= Ayesha Mumtaz =

Ayesha Mumtaz (Urdu: ) is a former Director of Operations at Punjab Food Authority in Pakistan.

==Career==
Ms. Mumtaz hails from a middle income family in Lahore, Pakistan and belongs to the Provincial Civil Services (PCS) cadre. She rose to fame after raiding various restaurants and hotels to ensure the quality of food and hygiene. She sealed many eateries while fined others for providing unhygienic food to consumers and other noncompliant acts. Her work is being highly appreciated by the Government of Punjab, Pakistan and especially by the people of Punjab, while food-sellers feared her unannounced raids.

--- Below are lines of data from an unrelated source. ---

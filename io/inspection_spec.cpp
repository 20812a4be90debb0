#include "io/inspection_spec.h"

#include <algorithm>
#include <cmath>
#include <fstream>
#include <iterator>
#include <map>
#include <set>

#include "io/json_object.h"
#include "io/problem.h"
#include "io/spec_schema.h"
#include "io/spec_zones.h"
#include "io/volume_open.h"

namespace halfmark {
namespace fs = std::filesystem;

namespace {

using nlohmann::json;

constexpr std::uintmax_t largest_spec = 4u << 20;
constexpr int deepest_nesting = 32;
constexpr std::size_t most_values = 100000;

struct QuantityRule {
  Quantity quantity;
  const char* name;
  const char* unit;
  bool allows_min, allows_max;
  bool of_pores;  // ignore_below_mm makes sense
};

const std::vector<QuantityRule>& rules() {
  static const std::vector<QuantityRule> table{
      {Quantity::porosity, "porosity", "%", false, true, true},
      {Quantity::section_porosity, "section_porosity", "%", false, true, true},
      {Quantity::local_porosity, "local_porosity", "%", false, true, true},
      {Quantity::pore_count, "pore_count", "", false, true, true},
      {Quantity::pore_density, "pore_density", "1/cm³", false, true, true},
      {Quantity::pore_diameter, "pore_diameter", "mm", false, true, true},
      {Quantity::pore_length, "pore_length", "mm", false, true, true},
      {Quantity::pore_spacing, "pore_spacing", "mm", true, false, true},
      {Quantity::pore_nest, "pore_nest", "mm", false, true, true},
      {Quantity::pore_depth, "pore_depth", "mm", true, false, true},
      {Quantity::open_porosity, "open_porosity", "%", false, true, true},
      {Quantity::inclusion_diameter, "inclusion_diameter", "mm", false, true, true},
      {Quantity::inclusion_count, "inclusion_count", "", false, true, true},
      {Quantity::wall_thickness, "wall_thickness", "mm", true, true, false},
      {Quantity::material_volume, "material_volume", "mm³", true, true, false},
      {Quantity::surface_area, "surface_area", "mm²", true, true, false}};
  return table;
}
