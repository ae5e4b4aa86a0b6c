import { sql } from 'kysely'

import type { Migration } from './migration'

/** The catalogue of hour blocks, purchases, and what the payment provider told us. Money is integer cents. */
export const billing: Migration = {
  name: '0007_billing',
  up: [
    sql`create table block_offer (
      id text primary key check (length(id) = 26),
      title text not null check (length(title) between 1 and 200),
      minutes integer not null check (minutes > 0),
      net_cents integer not null check (net_cents > 0),
      currency text not null check (length(currency) = 3),
      validity_months integer not null check (validity_months between 1 and 60),
      tax_basis_points integer not null check (tax_basis_points between 0 and 10000),
      tax_label text not null,
      created_at integer not null,
      archived_at integer
    ) strict`,
    sql`create table purchase (
      id text primary key check (length(id) = 26),
      company_id text not null references company (id),
      person_id text not null references person (id),
      offer_id text not null references block_offer (id),
      title text not null,
      minutes integer not null check (minutes > 0),
      validity_months integer not null,
      net_cents integer not null check (net_cents > 0),
      tax_cents integer not null check (tax_cents >= 0),
      gross_cents integer not null,
      tax_label text not null,
      currency text not null check (length(currency) = 3),
      status text not null check (status in ('open', 'paid', 'failed', 'expired', 'refunded')),
      session_id text unique,
      receipt_number integer unique,
      created_at integer not null,
      paid_at integer,
      check (gross_cents = net_cents + tax_cents),
      check ((receipt_number is null) = (paid_at is null))
    ) strict`,
    sql`create index purchase_by_company on purchase (company_id, created_at)`,
    sql`create table payment (
      id text primary key check (length(id) = 26),
      purchase_id text not null unique references purchase (id),
      payment_intent_id text not null unique,
      gross_cents integer not null check (gross_cents > 0),
      currency text not null check (length(currency) = 3),
      balance_transaction_id text unique,
      settled_cents integer,
      settled_currency text check (length(settled_currency) = 3),
      fee_cents integer,
      net_cents integer,
      created_at integer not null,
      check ((balance_transaction_id is null) = (settled_cents is null)),
      check ((settled_cents is null) = (settled_currency is null)),
      check ((settled_cents is null) = (fee_cents is null)),
      check ((settled_cents is null) = (net_cents is null)),
      check (settled_cents is null or settled_cents = fee_cents + net_cents)
    ) strict`,
    sql`create table provider_event (
      id text primary key,
      type text not null,
      object_id text,
      created_at integer not null,
      received_at integer not null,
      outcome text not null check (outcome in ('applied', 'already_applied', 'ignored', 'refused')),
      note text not null
    ) strict`,
    sql`create table provider_effect (
      object_id text not null,
      effect text not null,
      event_id text not null references provider_event (id) deferrable initially deferred,
      primary key (object_id, effect)
    ) strict`,
  ],
}
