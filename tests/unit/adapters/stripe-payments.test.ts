import { describe, expect, it } from 'vitest'

import { order, paidCheckout, paymentsScene } from './payments-scene'

describe('a checkout', () => {
  it('is created with our price, title and reference, and says where to pay', async () => {
    const { fake, payments } = await paymentsScene()
    const created = await payments.createCheckout(order)
    if (!created.ok) throw new Error(created.error.message)
    expect(created.value.url).toBe(`${fake.url}/pay/${created.value.sessionId}`)
    expect(await payments.getCheckout(created.value.sessionId)).toEqual({
      ok: true,
      value: {
        sessionId: created.value.sessionId,
        status: 'open',
        paymentStatus: 'unpaid',
        amountTotalCents: 360_000,
        currency: 'EUR',
        customerEmail: 'purchaser@osterby.example',
        customerId: null,
        paymentIntentId: null,
        orderId: 'order-1',
        metadata: { order_id: 'order-1', company_id: 'company-1' },
      },
    })
    expect(fake.store.titles.get(created.value.sessionId)).toBe('Twenty hours & “more”')
  })

  it('shows what the provider says was paid, so that a changed amount can be seen', async () => {
    const scene = await paymentsScene()
    const { sessionId } = await paidCheckout(scene)
    scene.fake.tamper(sessionId, { amount_total: 100, currency: 'usd' })
    expect(await scene.payments.getCheckout(sessionId)).toMatchObject({
      ok: true,
      value: { paymentStatus: 'paid', amountTotalCents: 100, currency: 'USD' },
    })
  })

  it('that does not exist is not found', async () => {
    const { payments } = await paymentsScene()
    expect(await payments.getCheckout('cs_test_none')).toMatchObject({
      ok: false,
      error: { code: 'not_found' },
    })
  })

  it('that the provider does not accept is refused with its reason', async () => {
    const { payments } = await paymentsScene()
    const refused = await payments.createCheckout({ ...order, customerEmail: 'nobody' })
    expect(refused).toMatchObject({ ok: false, error: { code: 'refused' } })
    expect(refused.ok ? '' : refused.error.message).toMatch(/customer_email/)
  })

  it('is refused under a wrong key', async () => {
    const { payments } = await paymentsScene({ secretKey: 'wrong_key_entirely' })
    expect(await payments.createCheckout(order)).toMatchObject({ ok: false, error: { code: 'refused' } })
  })
})

describe('creating the same checkout again', () => {
  it('ST8: makes no second one when the first answer was lost and the call repeats itself', async () => {
    const { fake, payments } = await paymentsScene()
    fake.troubles.plan({ kind: 'dropped' })
    const created = await payments.createCheckout(order)
    expect(fake.requests()).toEqual(['POST /v1/checkout/sessions', 'POST /v1/checkout/sessions'])
    expect(fake.sessions().map(({ id }) => id)).toEqual(created.ok ? [created.value.sessionId] : [])
  })

  it('ST8: makes no second one when the caller gave up and comes back later with its stored key', async () => {
    const { fake, payments } = await paymentsScene()
    fake.troubles.plan({ kind: 'dropped' }, 2)
    expect(await payments.createCheckout(order)).toMatchObject({
      ok: false,
      error: { code: 'not_reachable' },
    })
    const created = await payments.createCheckout(order)
    expect(fake.sessions().map(({ id }) => id)).toEqual(created.ok ? [created.value.sessionId] : [])
  })

  it('ST8: is refused when the same key comes with another price', async () => {
    const { fake, payments } = await paymentsScene()
    await payments.createCheckout(order)
    expect(await payments.createCheckout({ ...order, unitAmountCents: 1 })).toMatchObject({
      ok: false,
      error: { code: 'refused' },
    })
    expect(fake.sessions()).toHaveLength(1)
  })
})

describe('a provider in trouble', () => {
  const impatient = { timeoutMilliseconds: 300, retries: 0 }

  it.each([
    ['is busy', { kind: 'status', status: 429 }, 'not_reachable'],
    ['is broken', { kind: 'status', status: 500 }, 'not_reachable'],
    ['answers too late', { kind: 'slow', milliseconds: 5_000 }, 'not_reachable'],
    ['stops half-way', { kind: 'half' }, 'not_reachable'],
    ['answers nonsense', { kind: 'unreadable' }, 'not_reachable'],
    [
      'answers another object',
      { kind: 'status', status: 200, body: { object: 'charge' } },
      'unexpected_reply',
    ],
    ['answers nothing at all', { kind: 'status', status: 200, body: null }, 'unexpected_reply'],
  ] as const)('RB1: that %s is a typed error with a sentence', async (_case, trouble, code) => {
    const { fake, payments } = await paymentsScene(impatient)
    fake.troubles.plan(trouble, 2)
    const reply = await payments.createCheckout(order)
    expect(reply).toMatchObject({ ok: false, error: { code, message: expect.stringMatching(/\w{3}.*\.$/) } })
  })

  it('RB1: that is not there at all is not reachable', async () => {
    const { fake, payments } = await paymentsScene(impatient)
    await fake.close()
    expect(await payments.getCheckout('cs_test_any')).toMatchObject({
      ok: false,
      error: { code: 'not_reachable' },
    })
  })
})

describe('the money of a payment', () => {
  it('is gross = fee + net, to the cent', async () => {
    const scene = await paymentsScene()
    const { paymentIntentId } = await paidCheckout(scene)
    // The fake's rule by hand: 2.9 % of 3,600.00 is 104.40, and 0.30.
    expect(await scene.payments.getBalanceTransaction(paymentIntentId)).toMatchObject({
      ok: true,
      value: { grossCents: 360_000, feeCents: 10_470, netCents: 349_530, currency: 'EUR' },
    })
  })

  it('is not settled while a bank debit is under way', async () => {
    const { fake, payments } = await paymentsScene()
    const created = await payments.createCheckout(order)
    if (!created.ok) throw new Error(created.error.message)
    await fake.payLater(created.value.sessionId)
    const checkout = await payments.getCheckout(created.value.sessionId)
    if (!checkout.ok) throw new Error(checkout.error.message)
    expect(checkout.value).toMatchObject({ status: 'complete', paymentStatus: 'unpaid' })
    expect(await payments.getBalanceTransaction(checkout.value.paymentIntentId ?? '')).toMatchObject({
      ok: false,
      error: { code: 'not_settled' },
    })
  })

  it('ST8: is returned once, however often the refund is asked for under its key', async () => {
    const scene = await paymentsScene()
    const { paymentIntentId } = await paidCheckout(scene)
    const refund = { paymentIntentId, amountCents: 60_000, idempotencyKey: 'refund-1' }
    const first = await scene.payments.refundPayment(refund)
    expect(first).toMatchObject({ ok: true, value: { amountCents: 60_000, currency: 'EUR' } })
    expect(await scene.payments.refundPayment(refund)).toEqual(first)
    expect(scene.fake.store.refunds.size).toBe(1)
  })

  it('is not returned beyond what was paid', async () => {
    const scene = await paymentsScene()
    const { paymentIntentId } = await paidCheckout(scene)
    const refund = { paymentIntentId, amountCents: 360_001, idempotencyKey: 'refund-2' }
    expect(await scene.payments.refundPayment(refund)).toMatchObject({
      ok: false,
      error: { code: 'refused' },
    })
  })

  it('ST9: adds up in a payout: its entries without the payout itself sum to its amount', async () => {
    const scene = await paymentsScene()
    const { paymentIntentId } = await paidCheckout(scene)
    await scene.fake.refund(paymentIntentId, 1_000)
    await scene.fake.payOut()
    const payouts = await scene.payments.listPayouts(0)
    if (!payouts.ok) throw new Error(payouts.error.message)
    expect(payouts.value).toMatchObject([{ amountCents: 348_530, currency: 'EUR', status: 'paid' }])
    const entries = await scene.payments.listPayoutTransactions(payouts.value[0]?.payoutId ?? '')
    if (!entries.ok) throw new Error(entries.error.message)
    expect(entries.value.map(({ type, netCents }) => [type, netCents])).toEqual([
      ['payout', -348_530],
      ['refund', -1_000],
      ['charge', 349_530],
    ])
  })
})

it('ST9: lists every event that was not delivered, across the pages of a long list', async () => {
  const { fake, payments } = await paymentsScene()
  for (let count = 0; count < 70; count += 1) {
    const created = await payments.createCheckout({ ...order, idempotencyKey: `order-${count}` })
    if (!created.ok) throw new Error(created.error.message)
    await fake.payNow(created.value.sessionId)
  }
  const events = await payments.listUndeliveredEvents(0)
  if (!events.ok) throw new Error(events.error.message)
  expect(events.value).toHaveLength(140)
  expect(events.value.filter(({ object }) => object.kind === 'checkout_completed')).toHaveLength(70)
  expect(await payments.listUndeliveredEvents(Date.now() + 60_000)).toEqual({ ok: true, value: [] })
})
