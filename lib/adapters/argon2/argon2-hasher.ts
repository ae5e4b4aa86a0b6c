import { hash, verify } from '@node-rs/argon2'

import type { PasswordHasher } from '@/lib/ports/password-hasher'

/** argon2id with the first choice of the OWASP password storage sheet: 19 MiB, two passes, one lane. */
const parameters = { memoryCost: 19_456, timeCost: 2, parallelism: 1 }

export function createArgon2Hasher(): PasswordHasher {
  const standIn = hash('no account has this password', parameters)
  return {
    hash: (password) => hash(password, parameters),
    verify: async (storedHash, password) => {
      const isRight = await verify(storedHash ?? (await standIn), password)
      return isRight && storedHash !== null
    },
  }
}
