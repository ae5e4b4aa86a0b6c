import type { RawBuilder } from 'kysely'

/** One step of the schema. A migration that has been released is never edited: add another. */
export type Migration = { readonly name: string; readonly up: readonly RawBuilder<unknown>[] }
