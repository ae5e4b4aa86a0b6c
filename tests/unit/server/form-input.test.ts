import { describe, expect, it } from 'vitest'

import { formInput } from '@/lib/server/form-input'

function form(...entries: readonly (readonly [string, string])[]): FormData {
  const data = new FormData()
  for (const [name, value] of entries) data.append(name, value)
  return data
}

describe('form input', () => {
  it('nests dotted names and makes lists of numbered ones', () => {
    const input = formInput(
      form(['title', 'Ring'], ['oscillators.0.name', 'buck'], ['oscillators.1.name', 'clock']),
    )
    expect(input).toEqual({ title: 'Ring', oscillators: [{ name: 'buck' }, { name: 'clock' }] })
  })

  it('keeps a repeated field as a list, and a single one when the name asks for a list', () => {
    expect(formInput(form(['runs', 'a'], ['runs', 'b']))).toEqual({ runs: ['a', 'b'] })
    expect(formInput(form(['runs[]', 'a']))).toEqual({ runs: ['a'] })
  })

  it('leaves out what the framework adds and keeps what a stranger adds, for the schema to refuse', () => {
    expect(formInput(form(['$ACTION_ID_1', ''], ['role', 'administrator']))).toEqual({
      role: 'administrator',
    })
  })

  it('cannot reach the prototype of anything', () => {
    formInput(form(['__proto__.isAdministrator', '1'], ['constructor.prototype.isAdministrator', '1']))
    expect({}).not.toHaveProperty('isAdministrator')
  })
})
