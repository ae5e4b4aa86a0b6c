import { describe, expect, it } from 'vitest'

import {
  columnLabels,
  engineeringLabel,
  engineeringScale,
  plainNumber,
  roundLabel,
} from '@/lib/figure/engineering-label'

describe('engineering labels', () => {
  it.each([
    [1.803e8, 'Hz', '180.3', 'MHz'],
    [4.7e-9, 'F', '4.700', 'nF'],
    [1e-9, 's', '1.000', 'ns'],
    [1e6, 'Hz', '1.000', 'MHz'],
    [999.96e6, 'Hz', '1.000', 'GHz'],
    [-0.9304, 'V', '−930.4', 'mV'],
    [47, 'Ω', '47.00', 'Ω'],
    [5e4, 'V/s', '50.00', 'kV/s'],
  ])('writes %d %s as %s %s', (value, unit, number, scaled) => {
    expect(engineeringLabel(value, unit)).toEqual({ number, unit: scaled })
  })

  it('gives no prefix to decibels, per cent, degrees and pure numbers', () => {
    for (const unit of ['dBµV', 'dB', '%', '°C', '']) {
      expect(engineeringScale(12_000, unit)).toEqual({ exponent: 0, unit })
    }
  })

  it('stays inside the prefixes it knows at both ends', () => {
    expect(engineeringScale(1e-20, 'F').unit).toBe('aF')
    expect(engineeringScale(1e16, 'Hz').unit).toBe('THz')
  })

  it('writes a true minus sign and never a negative zero', () => {
    expect(plainNumber(-4.1, 1)).toBe('−4.1')
    expect(plainNumber(-0.001, 1)).toBe('0.0')
    expect(engineeringLabel(0, 'V').number).toBe('0')
  })

  it('says nothing for a value that is not a number', () => {
    expect(engineeringLabel(NaN, 'V').number).toBe('–')
    expect(engineeringLabel(Infinity, 'V').number).toBe('–')
  })

  it('writes round axis values without needless digits', () => {
    expect(roundLabel(3e7, 'Hz')).toBe('30\u00a0MHz')
    expect(roundLabel(0.05, '')).toBe('0.05')
  })

  it('puts one prefix on a column, chosen by its largest value', () => {
    expect(columnLabels([-1.216, 0.8618, 0], 'V')).toEqual([
      { number: '−1.216', unit: 'V' },
      { number: '0.862', unit: 'V' },
      { number: '0.000', unit: 'V' },
    ])
  })

  it('labels a column of zeros or of nothing', () => {
    expect(columnLabels([0, NaN], 'V').map((label) => label.number)).toEqual(['0.000', '–'])
    expect(columnLabels([], 'V')).toEqual([])
  })
})
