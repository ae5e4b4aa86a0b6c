import { sql } from 'kysely'

import type { Migration } from './migration'

/** What a client asks for, who works on it, and the agreed scope. Electrical values are SI. */
export const engagements: Migration = {
  name: '0002_engagements',
  up: [
    sql`create table engagement (
      id text primary key check (length(id) = 26),
      company_id text not null references company (id),
      number integer not null unique check (number > 0),
      title text not null check (length(title) between 1 and 200),
      status text not null check (status in ('briefed', 'scoped', 'active', 'closed')),
      opened_by text not null references person (id),
      created_at integer not null
    ) strict`,
    sql`create index engagement_by_company on engagement (company_id)`,
    sql`create table brief (
      engagement_id text primary key references engagement (id),
      product text not null,
      goal_standard text not null,
      goal_class text not null,
      goal_test_date text,
      symptom text not null,
      vin_volts real,
      vout_volts real,
      iout_amperes real,
      switching_hertz real check (switching_hertz is null or switching_hertz > 0),
      spread_spectrum text not null,
      already_tried text not null
    ) strict`,
    sql`create table known_oscillator (
      engagement_id text not null references engagement (id),
      position integer not null check (position >= 0),
      name text not null,
      hertz real not null check (hertz > 0),
      tolerance_ppm real not null check (tolerance_ppm >= 0),
      primary key (engagement_id, position)
    ) strict`,
    sql`create table engagement_client (
      engagement_id text not null references engagement (id),
      person_id text not null references person (id),
      added_at integer not null,
      removed_at integer,
      primary key (engagement_id, person_id)
    ) strict`,
    sql`create table engagement_consultant (
      engagement_id text not null references engagement (id),
      person_id text not null references person (id),
      assigned_at integer not null,
      removed_at integer,
      primary key (engagement_id, person_id)
    ) strict`,
    sql`create table scope (
      id text primary key check (length(id) = 26),
      engagement_id text not null references engagement (id),
      version integer not null check (version > 0),
      body text not null check (length(body) > 0),
      cap_minutes integer not null check (cap_minutes > 0),
      status text not null check (status in ('draft', 'proposed', 'approved', 'declined', 'superseded')),
      author_id text not null references person (id),
      created_at integer not null,
      proposed_at integer,
      decided_by text references person (id),
      decided_at integer,
      decision_note text,
      unique (engagement_id, version)
    ) strict`,
    sql`create unique index scope_one_approved on scope (engagement_id) where status = 'approved'`,
  ],
}
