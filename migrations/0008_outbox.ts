import { sql } from 'kysely'

import type { Migration } from './migration'

/** Mail that a transaction decided to send; a dispatcher delivers it afterwards. */
export const outbox: Migration = {
  name: '0008_outbox',
  up: [
    sql`create table outbox_message (
      id text primary key check (length(id) = 26),
      kind text not null,
      recipient text not null,
      payload text not null check (json_valid(payload)),
      dedupe_key text not null unique,
      attempts integer not null default 0,
      next_attempt_at integer not null,
      last_error text,
      sent_at integer,
      created_at integer not null
    ) strict`,
    sql`create index outbox_waiting on outbox_message (next_attempt_at) where sent_at is null`,
  ],
}
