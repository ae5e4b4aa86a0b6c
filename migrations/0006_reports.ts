import { sql } from 'kysely'

import type { Migration } from './migration'

/** Reports with their review and signatures, and the practice's certificates. */
export const reports: Migration = {
  name: '0006_reports',
  up: [
    sql`create table practice_authority (
      id integer primary key check (id = 1),
      certificate_pem text not null,
      fingerprint text not null,
      sealed_key text not null check (json_valid(sealed_key)),
      created_at integer not null
    ) strict`,
    sql`create table signing_certificate (
      id text primary key check (length(id) = 26),
      person_id text not null references person (id),
      certificate_pem text not null,
      fingerprint text not null unique,
      serial text not null unique,
      sealed_key text not null check (json_valid(sealed_key)),
      valid_from integer not null,
      valid_until integer not null,
      created_at integer not null,
      revoked_at integer
    ) strict`,
    sql`create table report (
      id text primary key check (length(id) = 26),
      engagement_id text not null references engagement (id),
      number text not null,
      revision integer not null check (revision > 0),
      title text not null check (length(title) between 1 and 200),
      summary_belief text not null,
      summary_certainty text not null,
      summary_next_step text not null,
      status text not null
        check (status in ('draft', 'in_review', 'returned', 'approved', 'author_signed', 'released', 'withdrawn')),
      author_id text not null references person (id),
      reviewer_id text references person (id),
      check_code text not null unique,
      document text check (document is null or json_valid(document)),
      file_id text,
      file_sha256 text,
      signature_areas text check (signature_areas is null or json_valid(signature_areas)),
      created_at integer not null,
      submitted_at integer,
      approved_at integer,
      released_at integer,
      unique (number, revision),
      check (reviewer_id is null or reviewer_id <> author_id),
      check (status in ('draft', 'returned') or document is not null),
      check (status not in ('author_signed', 'released', 'withdrawn') or file_sha256 is not null)
    ) strict`,
    sql`create index report_by_engagement on report (engagement_id)`,
    sql`create table report_finding (
      report_id text not null references report (id),
      finding_id text not null references finding (id),
      position integer not null,
      primary key (report_id, finding_id)
    ) strict`,
    sql`create table report_remark (
      id text primary key check (length(id) = 26),
      report_id text not null references report (id),
      author_id text not null references person (id),
      section text not null,
      text text not null check (length(text) > 0),
      created_at integer not null
    ) strict`,
    sql`create table report_signature (
      report_id text not null references report (id),
      role text not null check (role in ('author', 'reviewer')),
      person_id text not null references person (id),
      certificate_fingerprint text not null references signing_certificate (fingerprint),
      signed_at integer not null,
      primary key (report_id, role)
    ) strict`,
  ],
}
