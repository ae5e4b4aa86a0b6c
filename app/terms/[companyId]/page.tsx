import type { Metadata } from 'next'

import { ActionForm } from '@/components/forms/action-form'
import { FormText } from '@/components/forms/form-fields'
import { SignOutForm } from '@/components/identity/sign-out-form'
import { PublicShell } from '@/components/shell/public-shell'
import { confidentiality } from '@/lib/server/operations'
import { practiceName } from '@/lib/server/practice'
import { queryBeforeTerms } from '@/lib/server/query'

import { acceptTerms } from './actions'

export const metadata: Metadata = { title: 'Confidentiality terms' }

export default async function TermsPage({ params }: PageProps<'/terms/[companyId]'>) {
  const { companyId } = await params
  const terms = await queryBeforeTerms(confidentiality.readTerms, { companyId })
  return (
    <PublicShell practiceName={practiceName()} width="wide">
      <h1 className="text-2xl">{terms.title}</h1>
      <p className="mb-5 mt-1.5 text-sm text-ink-soft">
        Version {terms.version}, for {terms.companyName}. Your typed name, the time and your network address
        are kept as the record of your acceptance.
      </p>
      <div className="mb-6 flex max-w-measure flex-col gap-3">
        {terms.body.split('\n\n').map((paragraph) => (
          <p key={paragraph.slice(0, 40)}>{paragraph}</p>
        ))}
      </div>
      <ActionForm
        action={acceptTerms}
        hidden={{ companyId, version: String(terms.version) }}
        submitLabel="Accept the terms"
        pendingLabel="Recording…"
      >
        <FormText name="typedName" label="Your full name" autoComplete="name" />
      </ActionForm>
      <div className="mt-6 flex items-center gap-3 border-t border-rule pt-4 text-sm text-ink-soft">
        <span>Not you, or not now?</span>
        <SignOutForm />
      </div>
    </PublicShell>
  )
}
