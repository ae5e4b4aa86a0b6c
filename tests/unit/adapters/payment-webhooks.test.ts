import { createServer, type Server } from 'node:http'

import { afterEach, beforeEach, describe, expect, it, vi } from 'vitest'

import { order, paymentsScene } from './payments-scene'

type Received = { readonly id: string; readonly type: string }

let portal: Server
let received: Received[]
let answers: number[]

beforeEach(async () => {
  received = []
  answers = []
  portal = createServer((request, response) => {
    const chunks: Buffer[] = []
    request.on('data', (chunk: Buffer) => chunks.push(chunk))
    request.on('end', () => {
      received.push(JSON.parse(Buffer.concat(chunks).toString('utf8')) as Received)
      response.writeHead(answers.shift() ?? 200).end()
    })
  })
  await new Promise<void>((resolve) => portal.listen(0, '127.0.0.1', resolve))
})

afterEach(() => new Promise<void>((resolve) => void portal.close(() => resolve()).closeAllConnections()))

async function scene() {
  const address = portal.address()
  const port = typeof address === 'object' ? address?.port : undefined
  const made = await paymentsScene(
    {},
    { webhookUrl: `http://127.0.0.1:${port}/hook`, retryDelaysMilliseconds: [20, 20] },
  )
  const created = await made.payments.createCheckout(order)
  if (!created.ok) throw new Error(created.error.message)
  return { ...made, sessionId: created.value.sessionId }
}

const completions = () => received.filter(({ type }) => type === 'checkout.session.completed')

describe('the events of the fake', () => {
  it('ST10: are sent again until the answer is a success', async () => {
    const { fake, sessionId } = await scene()
    answers = [500, 500, 503]
    await fake.payNow(sessionId)
    await vi.waitFor(() => expect(fake.events().every(({ isDelivered }) => isDelivered)).toBe(true))
    const attempts = fake.events().flatMap((record) => record.attempts)
    expect(attempts.toSorted()).toEqual([200, 200, 500, 500, 503])
  })

  it('ST9: stay in the list of undelivered ones until they are taken', async () => {
    const { fake, payments, sessionId } = await scene()
    answers = [500, 500, 500, 500, 500, 500]
    await fake.payNow(sessionId)
    await vi.waitFor(() => expect(answers).toEqual([]))
    const missed = await payments.listUndeliveredEvents(0)
    expect(missed.ok && missed.value.map(({ type }) => type).sort()).toEqual([
      'charge.succeeded',
      'checkout.session.completed',
    ])
  })

  it('ST3: come fifty times at once when they are told to', async () => {
    const { fake, sessionId } = await scene()
    const eventId = await fake.payNow(sessionId)
    await fake.deliver(eventId, 49, true)
    expect(completions().map(({ id }) => id)).toEqual(Array.from({ length: 50 }, () => eventId))
  })

  it('ST5: come in reverse when they are told to', async () => {
    const { fake, sessionId } = await scene()
    fake.setWebhookMode({ order: 'newest_first' })
    await fake.payLater(sessionId)
    await fake.settleLater(sessionId, 'succeeded')
    await vi.waitFor(() => expect(received).toHaveLength(2), { timeout: 4_000 })
    expect(received.map(({ type }) => type)).toEqual([
      'checkout.session.async_payment_succeeded',
      'checkout.session.completed',
    ])
  })
})

describe('the payment page of the fake', () => {
  const send = (url: string, choice: string) =>
    fetch(url, { method: 'POST', body: new URLSearchParams({ with: choice }), redirect: 'manual' })

  it('says that no money moves, and shows what is bought with its markup disarmed', async () => {
    const { fake, payments } = await scene()
    const blockTitle = '<script>alert(1)</script>'
    const created = await payments.createCheckout({ ...order, blockTitle, idempotencyKey: 'markup' })
    if (!created.ok) throw new Error(created.error.message)
    const shown = await (await fetch(`${fake.url}/pay/${created.value.sessionId}`)).text()
    expect(shown).toContain('Test payment – no money moves')
    expect(shown).toContain('3,600.00 EUR')
    expect(shown).toContain('&lt;script&gt;')
    expect(shown).not.toContain('<script')
  })

  it('takes an accepted card, tells the portal and sends the browser back with the session', async () => {
    const { fake, sessionId } = await scene()
    const reply = await send(`${fake.url}/pay/${sessionId}`, 'accepted')
    expect(reply.status).toBe(303)
    expect(reply.headers.get('location')).toBe(`http://localhost:3000/hours/thanks?session=${sessionId}`)
    expect(completions()).toHaveLength(1)
  })

  it('stays on a declined card with a sentence, and the payment stays open', async () => {
    const { fake, sessionId } = await scene()
    const reply = await send(`${fake.url}/pay/${sessionId}`, 'declined')
    expect(await reply.text()).toMatch(/declined and nothing was paid/)
    expect(fake.sessions()[0]).toMatchObject({ status: 'open', payment_status: 'unpaid' })
    expect(received).toEqual([])
  })

  it('takes the same payment only once', async () => {
    const { fake, sessionId } = await scene()
    await send(`${fake.url}/pay/${sessionId}`, 'accepted')
    await send(`${fake.url}/pay/${sessionId}`, 'accepted')
    expect(fake.store.charges.size).toBe(1)
  })
})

Her popularity is manifested by the 61,000 fans she has gained on Facebook.

She joined Punjab Food Authority on 1 June 2015.
In November 2015, Punjab Food Authority with the collaboration of USAID and the University of Veterinary and Animal Sciences (UVAS), Lahore, Department of Dairy Technology and Department of Food Science & Human Nutrition, she was running a project called Data Collection for the Assessment of Supply of Loose Milk in Lahore.

Ayesha Mumtaz had even raided Sharif Medical City, a hospital associated with the then prime minister of Pakistan, Nawaz Sharif. In public comments in a newspaper, people seemed pleasantly surprised by her honesty, boldness, efficiency and fearless unannounced raids to check food quality for the welfare and health of common people.

===Controversial leave issue===
She was sacked from her job in October 2016, following allegations of corruption involving her driver. According to The Economist, "she made enemies in the food business and among politicians connected with it." Since her sacking, according to Lahoris, there has been a decrease in the food safety inspections.

She was herself asked about her controversial "leave issue" by a newspaper reporter. At that time, she had told the reporter that she needed the leave for treatment of her parents and indicated that she did not leave her job due to any differences with the newly-appointed director general of Punjab Food Authority, Noorul Amin Mengal. Mengal, at least publicly, also called her a "good officer" and added that she was on leave for personal reasons. The newspaper report also said that she was on leave for 104 days.

===False identity rumours===
In 2015, some Pakistani news media carried some false rumours about her being one of the daughters of the late film comedian Saeed Khan Rangeela (1937 - 2005). Ayesha Mumtaz herself quashed those false rumours by saying, "Rangeela was a legendary comedian actor but I do not have any connection with him."